■ MATERIAL SHOWN ■
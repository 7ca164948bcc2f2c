import type { HeightProfile } from '~/track/heights'
import { type Metres, metres, type Station } from '~/track/units'

/** A crest, over which a car goes light, or a compression, which presses it down. */
export interface Crest {
  readonly kind: 'crest' | 'compression'
  readonly from: Station
  /** Where it is sharpest. */
  readonly station: Station
  readonly until: Station
  /** Vertical radius where it is sharpest. */
  readonly verticalRadius: Metres
  /** Change of gradient from one end to the other, rise per metre, without sign. */
  readonly change: number
}

/** A vertical radius above this does nothing that a driver feels: under 0.2 g at 60 m/s. */
const gentleRadius = 2000
const leastChange = 0.01
/** Heights are smoothed over this length: an error e in them looks like a curvature of 8e over its square (a sagitta). */
const smoothedOver = 80

/**
 * Crests and compressions of a lap in driving order: where the vertical radius falls below 2,000 m and the gradient
 * changes by a hundredth at least. Heights in coarse steps or with scatter must show a sharper one: anything they could
 * feign is left out.
 */
export function crestsAndCompressions(profile: HeightProfile): Crest[] {
  const { samples, step } = profile
  const feigned = (8 * Math.max(profile.resolution, 3 * profile.scatter)) / smoothedOver ** 2
  const least = Math.max(1 / gentleRadius, feigned)
  const signAt = (k: number) => {
    const curvature = samples[k % samples.length]!.verticalCurvature ?? 0
    return Math.abs(curvature) > least ? Math.sign(curvature) : 0
  }
  const first = samples.findIndex((_, k) => signAt(k) !== signAt(k + samples.length - 1))
  const found: Crest[] = []
  for (let k = first; first >= 0 && k < first + samples.length; k++) {
    const sign = signAt(k)
    if (sign === 0) continue
    let end = k
    while (signAt(end + 1) === sign) end++
    const run = Array.from({ length: end - k + 1 }, (_, i) => samples[(k + i) % samples.length]!)
    const sharpest = run.reduce((one, other) => (bend(other) > bend(one) ? other : one))
    const change = run.reduce((sum, sample) => sum + bend(sample) * step, 0)
    if (change >= leastChange) {
      found.push({
        kind: sign > 0 ? 'compression' : 'crest',
        from: run[0]!.station,
        station: sharpest.station,
        until: run.at(-1)!.station,
        verticalRadius: metres(1 / bend(sharpest)),
        change,
      })
    }
    k = end
  }
  return found.sort((one, other) => one.station - other.station)
}

const bend = (sample: HeightProfile['samples'][number]) => Math.abs(sample.verticalCurvature ?? 0)
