import {
  type Centreline,
  headingAt as drawnHeadingAt,
  heightAt as drawnHeightAt,
  locate as drawnLocate,
  planePointAt as drawnPlanePointAt,
  pointAt as drawnPointAt,
  sliceOf as drawnSliceOf,
  type Location,
} from '~/track/centreline'
import { type LapFrame, makeLapFrame, wrap } from '~/track/lap-frame'
import type { PlanePoint } from '~/track/plane'
import {
  type Along,
  across,
  along,
  type Degrees,
  degrees,
  type LngLat,
  type Metres,
  type Offset,
  type Position,
  type Station,
  station,
} from '~/track/units'

/**
 * A centreline as a layout drives it: stations from its start line, in its direction, offsets left of the travel.
 * Everything here counts in that frame; `toAlong` and `toAcross` lead back to what rows hold.
 */
export interface LayoutFrame extends LapFrame {
  readonly centreline: Centreline
  /** Station and offset of a position; the hint picks the branch as in `locate` of `centreline.ts`. */
  locate(lngLat: LngLat | Position, hint?: Station): Location
  pointAt(station: Station, offset?: Offset | 0): LngLat
  /** The same point in the centreline's plane, metres east and north. */
  planePointAt(station: Station, offset?: Offset | 0): PlanePoint
  /** Direction of travel, degrees clockwise from true north. */
  headingAt(station: Station): Degrees
  heightAt(station: Station): Metres | null
  /** Metres forward along the road, 0 ≤ result < length. */
  roadDistance(from: Station, to: Station): Metres
  /** The stretch from one station forward to another in driving order; the same station twice means the whole lap. */
  sliceOf(from: Station, to: Station): Position[]
}

/** The frame of a layout: its start line as a place along the drawn line, and whether it is driven against the drawing. */
export function makeFrame(centreline: Centreline, lap: { startAlong: Along; reversed: boolean }): LayoutFrame {
  const frame = makeLapFrame({ length: centreline.length, ...lap })
  // The centreline's own stations are metres along as drawn.
  const drawn = (value: Station) => station(frame.toAlong(value))
  const drawnSide = (value: Offset | 0) => (lap.reversed ? (-value as Offset) : value)
  return {
    ...frame,
    centreline,
    locate: (lngLat, hint) => {
      const found = drawnLocate(centreline, lngLat, hint === undefined ? undefined : drawn(hint))
      return { station: frame.toStation(along(found.station)), offset: frame.toOffset(across(found.offset)) }
    },
    pointAt: (value, offset = 0) => drawnPointAt(centreline, drawn(value), drawnSide(offset)),
    planePointAt: (value, offset = 0) => drawnPlanePointAt(centreline, drawn(value), drawnSide(offset)),
    headingAt: (value) => degrees(wrap(drawnHeadingAt(centreline, drawn(value)) + (lap.reversed ? 180 : 0), 360)),
    heightAt: (value) => drawnHeightAt(centreline, drawn(value)),
    roadDistance: frame.ahead,
    sliceOf: (from, to) =>
      lap.reversed
        ? drawnSliceOf(centreline, drawn(to), drawn(from)).reverse()
        : drawnSliceOf(centreline, drawn(from), drawn(to)),
  }
}

/** The line as it was drawn: start line at the first position, driven in drawing order. */
export const frameAsDrawn = (centreline: Centreline): LayoutFrame =>
  makeFrame(centreline, { startAlong: along(0), reversed: false })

■ TASK INSTRUCTIONS ■
Your answer should consist only of the count of lines in the data that contain "wrap".

■ WRITTEN RESPONSE ■
2